How to make quarter-wave choke for a hydrogen-line cantenna
Below is the simplest and most reliable way to add an effective quarter-wave choke to a hydrogen-line cantenna. This is a standard method used on feedhorns to reduce spillover and improve impedance matching. It’s practical with tin cans, aluminium sheet, or copper sheet.
✔ What a choke actually is
A choke creates a high-impedance ring around the mouth of the waveguide at the operating frequency. This suppresses currents on the outside surface and reduces unwanted radiation/spillover.
Most commonly it is made as a λ/4 deep groove or sleeve around the waveguide mouth.
At 1420 MHz:
- λ ≈ 211 mm
- λ/4 ≈ 53 mm
✔ The easiest version you can build
1. Quarter-wave choke sleeve (the “slipped on” cylinder)
This is the simplest for DIY and works well with paint-tin construction.
What you need
- A metal cylinder slightly larger in diameter than your main 150 mm cantenna (e.g., a short section of a second paint can, or rolled aluminium sheet).
- Its length must be ≈ 53–55 mm.
- A way to electrically connect the bottom rim of the choke sleeve to the mouth rim of the cantenna (screws, solder, aluminium tape, or simple metal-to-metal contact).
How it works
- The sleeve is shorted at the bottom (because it touches the cantenna mouth).
- It is open at the top.
- At λ/4 resonance this creates a high impedance boundary at the mouth → acting as a choke.
How to build it
- Cut the sleeve to 53–55 mm long.
A leftover paint tin is ideal; cut off a band from its open end. - Slip it over the outside of your 150 mm cantenna mouth.
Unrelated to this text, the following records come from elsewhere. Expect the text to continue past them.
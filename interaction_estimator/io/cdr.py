"""ROS 2 messages as CDR bytes, without a ROS installation: the frequent messages decoded and
encoded directly, the rest through the ``rosbags`` (de)serializer. Pure bytes: no rclpy here.

Encoding: plain little-endian CDR (XCDR1, what ROS 2's default middleware sends and rosbag2
stores): a 4-byte encapsulation header, then the fields in order, each primitive aligned to its
size counted from the end of the header, a string as uint32 length (terminating NUL included),
its UTF-8 bytes and a NUL, a sequence as uint32 count then its elements. Padding is zero.

Why by hand (measured reasons; test/benchmarks/bench_replay.py and bench_node_callback.py):
rosbags' generic deserializer takes about 13 us per 10-joint JointState against 3 us one at a
time and under 1 us per message in a chunk's batch here (:class:`JointStateDecoder`); in the
node, converting message objects to and from rclpy's C structures and serializing them cost
more than everything else the node does per message outside the pipeline. The node checks the
encoders below against rclpy's own serializer once at start-up
(:mod:`interaction_estimator.ros.messages`) and falls back to message objects should they ever
disagree; the tests check them against rclpy and rosbags.

Time: a header stamp (sec, nanosec) is :func:`stamp_seconds` seconds, the one conversion the
node, the replay and the bag reader use (so they see bit-identical sample times);
:func:`seconds_to_stamp` is its inverse, rounded to the nearest nanosecond.
"""
from __future__ import annotations

import struct
from collections.abc import Sequence
from dataclasses import dataclass
from itertools import repeat
from typing import Any

import numpy as np

JOINT_STATE = "sensor_msgs/msg/JointState"
STRING = "std_msgs/msg/String"
WRENCH_STAMPED = "geometry_msgs/msg/WrenchStamped"
FLOAT64_MULTI_ARRAY = "std_msgs/msg/Float64MultiArray"
DIAGNOSTIC_STATUS = "diagnostic_msgs/msg/DiagnosticStatus"
ODOMETRY = "nav_msgs/msg/Odometry"
IMU = "sensor_msgs/msg/Imu"

# --------------------------------------------------------------------------------------------
# typestore (shared, built once per process)

_TYPESTORE = None


def typestore():
    """The rosbags typestore for ROS 2 Jazzy message definitions (built on first use)."""
    global _TYPESTORE
    if _TYPESTORE is None:
        from rosbags.typesys import Stores, get_typestore
        _TYPESTORE = get_typestore(Stores.ROS2_JAZZY)
    return _TYPESTORE


def stamp_seconds(sec: int, nanosec: int) -> float:
    """A header stamp in seconds as a float: ``sec + nanosec * 1e-9`` (the one formula used by
    the node and the replay, so both see bit-identical sample times)."""
    return sec + nanosec * 1e-9


def seconds_to_stamp(t: float) -> tuple[int, int]:
    """Seconds -> (sec, nanosec), rounded to the nearest nanosecond."""
    ns = int(round(t * 1e9))
    return ns // 1_000_000_000, ns % 1_000_000_000



# --------------------------------------------------------------------------------------------
# CDR (little-endian XCDR1, as ROS 2 writes it) for the frequent messages

_U32 = struct.Struct("<I")
_STAMP_LEN = struct.Struct("<iII")
_STAMP = struct.Struct("<iI")
_CDR_LE = b"\x00\x01\x00\x00"
_LE_ID = np.frombuffer(_CDR_LE[:2], np.uint8)   # little-endian plain CDR


def _align(offset: int, size: int) -> int:
    """Align an absolute buffer offset; CDR alignment counts from after the 4-byte header."""
    rel = offset - 4
    return offset + (-rel % size)
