def new_records(s: Settings, model: ObjectModel,
                views: FilterRecords | None = None) -> FilterRecords:
    """Records for ``model`` configured from ``s`` and reset to the prior: the filter's own, or
    ``views`` (the Pipeline's storage) with windows sized for ``s``."""
    m = model.size
    n, w = int(s["filter.nis_window"]), int(s["filter.matching_window"])
    if views is None:
        fr = FilterRecords(PARAMS.one(), PARAMETER_PARAMS.many(m), STATE.one(),
                           PARAMETERS.many(m), np.zeros((m, m)), nis_bounds_table(n),
                           np.zeros(n), np.zeros(w), OUTPUT.one(), PARAMETER_OUTPUT.many(m))
    else:
        fr = views._replace(nis_bounds=nis_bounds_table(n), nis_ring=np.zeros(n),
                            match_ring=np.zeros(w))
    configure(fr, s, model)
    filter_reset(fr)
    return fr


class EnvironmentFilter:
    """Adaptive Kalman filter on the parameters theta of an object model (default: along the
    direction, theta = [mass kg, damping N·s/m, stiffness N/m, static_force N]).

    Call :meth:`update` once per sample with the time t (s), the regressor h (m,) (for the
    default model [x'' m/s^2, x' m/s, x m, 1]) and the force f (N); it returns a
    :class:`FilterStep`. The filter reads only the ``filter.*`` settings.

    Per update (:func:`filter_update`, compiled):

    1. Prediction of the random walk: P += diag(q^2) * dt, dt = t - t_prev (0 for the first).
    2. Excitation: exponentially weighted mean of h_i^2 with per-sample forgetting
       exp(-dt / filter.excitation_window); parameter i is excited when the RMS is at least
       filter.excitation_min[i].
    3. Update with a Schmidt-Kalman ("consider") gain (Schmidt 1966; Simon, Optimal State
       Estimation, 2006, sec. 7.4): innovation y = f - h theta, S = h P h^T + R with the full h,
       K = P h^T / S with the entries of not-excited parameters set to zero. Those parameters
       are thus not updated and keep their prior, while their uncertainty still enters S (so
       the NIS stays consistent). The covariance update
       P+ = P - K h P - P h^T K^T + S K K^T is the Joseph form (Bucy and Joseph 1968), valid
       for this sub-optimal gain; with every parameter excited it is the ordinary Kalman update.
    4. Non-negativity (filter.nonnegative, for the parameters the model declares non-negative):
       a negative estimate is projected onto the constraint, minimising
       (x - theta)^T P^-1 (x - theta) over the excited parameters subject to the bounds (an
       active-set iteration, see :func:`filter_project`; Simon and Chia, "Kalman filtering with
       state equality constraints", IEEE TAES 2002; Simon, "Kalman filtering with state
       constraints: a survey of linear and nonlinear algorithms", IET Control Theory Appl.
       2010, estimate projection). P is not changed.
    5. Measurement noise R (filter.noise_adaptation). The classic Sage-Husa estimate
       R_k = (1 - d_k) R_{k-1} + d_k (y^2 - h P h^T), with d_k = (1 - b) / (1 - b^(k+1)) and
       fading factor b (Sage and Husa 1969), can go negative. We use instead the residual form
       (Mohamed and Schwarz, "Adaptive Kalman filtering for INS/GPS", J. Geodesy 1999):
       R = E[r^2] + h P+ h^T with r the post-fit residual, a sum of non-negative terms. It is
       evaluated for the full (every parameter updated) gain, for which r = (R/S) y and
       h P+ h^T = R h P h^T / S, so the sample is g = R (R * NIS + h P h^T) / S >= 0, with
       E[g] = R when R is right. 'sage_husa': R_k = (1 - d_k) R_{k-1} + d_k g_k. 'matching':
       R_k = mean of g over the last filter.matching_window samples, covariance matching
       (Mehra, "Approaches to adaptive filtering", IEEE TAC 1972) in the same form. R is
       floored at filter.measurement_std_floor^2.
    6. Process noise (filter.process_adaptation 'sage_husa'): with F = I the Sage-Husa
       estimate Q_k = (1 - d_k) Q_{k-1} + d_k (K y^2 K^T + P_k - P_{k-1}) equals
       Q_{k-1} + d_k K (y^2 - S) K^T; only its diagonal is kept, divided by dt to give the
       intensity q^2 (per second), and floored at zero. Parameters that are not excited have
       K_i = 0 and keep their q.
    7. NIS y^2/S, its mean over the last filter.nis_window updates and the two-sided 95 %
       chi-square interval of that mean (Bar-Shalom, Li and Kirubarajan, Estimation with
       Applications to Tracking and Navigation, 2001, sec. 5.4).
    8. Change detection: one-sided CUSUM g = max(0, g + NIS - filter.change_drift) (Page,
       "Continuous inspection schemes", Biometrika 1954); when g exceeds
       filter.change_threshold a change is declared, the covariance is inflated by
       filter.change_inflation and g restarts from zero.
    9. Correlated innovations: the force passes through the observer and the regressor
       through the differentiator, so neighbouring residuals are correlated and P (which
       assumes white noise) is too small. The standard deviations are widened by the AR(1)
       variance inflation factor (1 + rho) / (1 - rho), rho the lag-1 autocorrelation of the
       normalized innovations over the excitation window (effective sample size n (1 - rho)
       / (1 + rho); Box, Jenkins and Reinsel, Time Series Analysis, 4th ed. 2008, Sec. 2.1).

    Bad input (non-finite t, h or f; time going backwards) raises
    :class:`~interaction_estimator.core.samples.SampleRejected`, is counted in
    :attr:`rejected` and leaves the state untouched.
    """

    def __init__(self, settings: Settings, model: ObjectModel = ALONG_DIRECTION,
                 views: FilterRecords | None = None):
        self.model = model
        self.records = new_records(settings, model, views)
        self._change_threshold = float(settings["filter.change_threshold"])
        self._resets = 0
        self._text = ""            # pending inflation reasons asked for by name
        self._last: FilterStep | None = None
        self._last_key: tuple[int, int] | None = None
        self.reset("start")

    # ----------------------------------------------------------------------------------------
    # state handling

    def reset(self, reason: str = "reset") -> None:
        """Back to the prior: theta = filter.initial_mean, P = diag(filter.initial_std^2),
        R = filter.measurement_std^2, q = filter.process_std; windows, CUSUM and sample count
        cleared. The rejected count is kept."""
        filter_reset(self.records)
        self.reset_reason = reason   # why the filter last started from its prior
        self._resets += 1
        self._text = ""
        self._last, self._last_key = None, None

    def inflate(self, reason: str) -> None:
        """Multiply the covariance by filter.change_inflation (used when the contact starts
        again or a new object is expected) and report ``reason`` in the next step's ``change``.

        No parameter's variance is taken beyond its prior variance: rows and columns whose
        variance would exceed it are scaled down together (P -> D P D, D diagonal), which keeps
        P positive semi-definite and the correlations unchanged."""
        filter_inflate(self.records, CHANGE_TEXT)
        self._text = f"{self._text}; {reason}" if self._text else reason

    def update_settings(self, settings: Settings) -> None:
        """Apply new filter.* settings at run time without losing the estimate.

        theta, P, the adapted R and q, the CUSUM and the excitation are kept. A new
        filter.measurement_std takes effect at once when noise_adaptation is 'fixed', a new
        filter.process_std when process_adaptation is 'fixed'. A changed nis_window or
        matching_window restarts that window. The prior (initial_mean, initial_std) is used at
        the next reset. Raises SettingsError (state untouched) for a bad combination."""
        old = self.records
        new = new_records(settings, self.model)   # checks everything before anything changes
        p_old, p_new = old.params[0], new.params[0]
        s = old.state[0]
        nis_ring, nis_bounds, match_ring = old.nis_ring, old.nis_bounds, old.match_ring
        if p_new["nis_window"] != p_old["nis_window"]:
            nis_ring, nis_bounds = new.nis_ring, new.nis_bounds
            s["nis_index"] = s["nis_count"] = 0
            s["nis_sum"] = 0.0
        if p_new["matching_window"] != p_old["matching_window"]:
            match_ring = new.match_ring
            s["match_index"] = s["match_count"] = 0
            s["match_sum"] = 0.0
        if p_new["noise_adaptation"] == ADAPT_FIXED:
            s["r"] = max(p_new["r0"], p_new["r_floor"])
        else:
            s["r"] = max(s["r"], p_new["r_floor"])
        if p_new["process_adaptation"] == ADAPT_FIXED:
            old.parameters["process_var"] = new.parameter_params["process_var"]
        if p_new["fading"] != p_old["fading"]:
            # keeps d_k = (1-b)/(1-b^(k+1))
            s["fading_power"] = p_new["fading"] ** s["samples"]
        old.params[:] = new.params
        old.parameter_params[:] = new.parameter_params
        self.records = old._replace(nis_bounds=nis_bounds, nis_ring=nis_ring,
                                    match_ring=match_ring)
        self._change_threshold = float(settings["filter.change_threshold"])

    # ----------------------------------------------------------------------------------------
    # read-only views

    @property
    def theta(self) -> np.ndarray:
        """(m,) current estimate, in the model's units (a copy)."""
        return self.records.parameters["theta"].copy()

    @property
    def covariance(self) -> np.ndarray:
        """(m, m) current covariance of theta, the model's units squared (a copy)."""
        return self.records.covariance.copy()

    @property
    def measurement_var(self) -> float:
        """Current measurement-noise variance R, N^2."""
        return float(self.records.state[0]["r"])

    @property
    def process_std(self) -> np.ndarray:
        """(m,) current random-walk intensity (parameter unit per square root of a second)."""
        return np.sqrt(self.records.parameters["process_var"])

    @property
    def samples(self) -> int:
        """Updates since the last reset."""
        return int(self.records.state[0]["samples"])

    @property
    def rejected(self) -> int:
        """Updates refused (non-finite input, time going backwards) since start."""
        return int(self.records.state[0]["rejected"])

    @property
    def change_threshold(self) -> float:
        return self._change_threshold

    @property
    def last(self) -> FilterStep | None:
        """The :class:`FilterStep` of the last update (None before the first one after a
        reset); the same object until the next update."""
        n = self.samples
        if n == 0:
            return None
        if self._last_key != (self._resets, n):
            self._last = self._step(self._text)
            self._last_key = (self._resets, n)
        return self._last

    def _step(self, text: str) -> FilterStep:
        out, po = self.records.output[0], self.records.parameter_output
        return FilterStep(po["value"].copy(), po["std"].copy(), float(out["innovation"]),
                          float(out["innovation_var"]), float(out["nis"]),
                          float(out["nis_average"]),
                          (float(out["nis_lower"]), float(out["nis_upper"])), float(out["r"]),
                          po["excitation"].copy(), po["excited"].copy(), po["converged"].copy(),
                          change_text(int(out["change"]), float(out["change_g"]),
                                      self._change_threshold, text),
                          int(out["samples"]))

    # ----------------------------------------------------------------------------------------
    # the update

    def refusal(self, code: int, t: float, h: np.ndarray, f: float) -> SampleRejected:
        """The SampleRejected naming the bad input of an update the compiled code refused."""
        if code == REJECT_TIME_BACKWARDS:
            return SampleRejected(
                "time_backwards",
                f"environment filter: t = {t:.6f} s is older than the previous "
                f"{float(self.records.state[0]['last_time_s']):.6f} s")
        if not math.isfinite(t):
            return SampleRejected("non_finite_output", f"environment filter: time t is {t!r} s")
        for i, label in enumerate(self.model.regressor_labels):
            if not math.isfinite(h[i]):
                return SampleRejected(
                    "non_finite_output",
                    f"environment filter: regressor {label} is {float(h[i])!r}")
        if not math.isfinite(f):
            return SampleRejected("non_finite_output", f"environment filter: force f is {f!r} N")
        return SampleRejected(
            "non_finite_output",
            f"environment filter: predicted force h theta overflowed for h = "
            f"{[float(v) for v in h]} and theta = {self.theta.tolist()}")

    def update(self, t: float, h, f: float) -> FilterStep:
        """One filter step.

        t: time in s (must not decrease); h: (m,) regressor (for the default model [x'' m/s^2,
        x' m/s, x m, 1]); f: force along the direction, N. Returns the :class:`FilterStep` (also
        kept in :attr:`last`). Raises SampleRejected('non_finite_output') for a non-finite t, h
        or f and SampleRejected('time_backwards') when t is older than the previous update; the
        state is then untouched and :attr:`rejected` counts it.
        """
        h = np.array(h, dtype=float)
        if h.shape != (self.model.size,):
            raise ValueError(f"environment filter: regressor h has shape {h.shape}; expected "
                             f"({self.model.size},) = {list(self.model.regressor_labels)}")
        t, f = float(t), float(f)
        code = filter_update(self.records, t, h, f)
        if code != UPDATED:
            raise self.refusal(code, t, h, f)
        step = self._step(self._text)
        self._text = ""
        self._last, self._last_key = step, (self._resets, self.samples)
        return step

    @staticmethod
    def _project(theta, P, excited, nonnegative=(True, True, True, False)) -> list[float]:
        """:func:`filter_project` on plain sequences: theta (m,), P (m, m) or (m*m,) row-major,
        excited and nonnegative flags (m,); returns the projected theta."""
        th = np.array(theta, dtype=float)
        m = len(th)
        filter_project(th, np.array(P, dtype=float).reshape(m, m),
                       np.array(excited, dtype=np.bool_), np.array(nonnegative, dtype=np.bool_))
        return th.tolist()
It should surround the can like a collar. - Ensure good electrical contact around the whole circumference:
- 4–6 self-tapping screws,
- or conductive foil tape,
- or solder spot-welds if using tinned steel.
- Do NOT close the top of the sleeve.
It must remain an open cylinder.
This construction is extremely forgiving. A few mm error won’t matter.
✔ The “classic” version
2. Quarter-wave annular groove (the textbook choke)
This is harder to build but excellent electrically.
Structure
- You form a circular trench around the waveguide mouth.
- Depth: 53–55 mm
- Width: ~10–30 mm (not critical).
- The bottom of the trench must be a short-circuit (electrically connected to the cantenna body).
How to fabricate
- Use two nested cans with a 10–20 mm gap between them.
- Join their bottoms together (short).
- Trim the outer can so the gap depth is 53 mm.
- The gap now acts as the λ/4 groove.
This is essentially what commercial feedhorns use.
✔ Which one should you build?
For your hydrogen-line can-waveguide feed, method 1 (sleeve) is by far the easiest, quickest, and most effective.
Your existing 5-litre paint tin can be cut into a 53 mm-deep ring and slipped over your 150 mm can.
Don’t put the whole can over the inner can — cut a ring off it.
✔ How to test if the choke is working
- Point at cold sky → measure power.
- Point at ground → measure power.
A good choke reduces ground pickup and improves the contrast between sky and ground.
If you have a VNA:
- Measure S11 before and after.
Resonance near 1420 MHz often improves with a proper choke.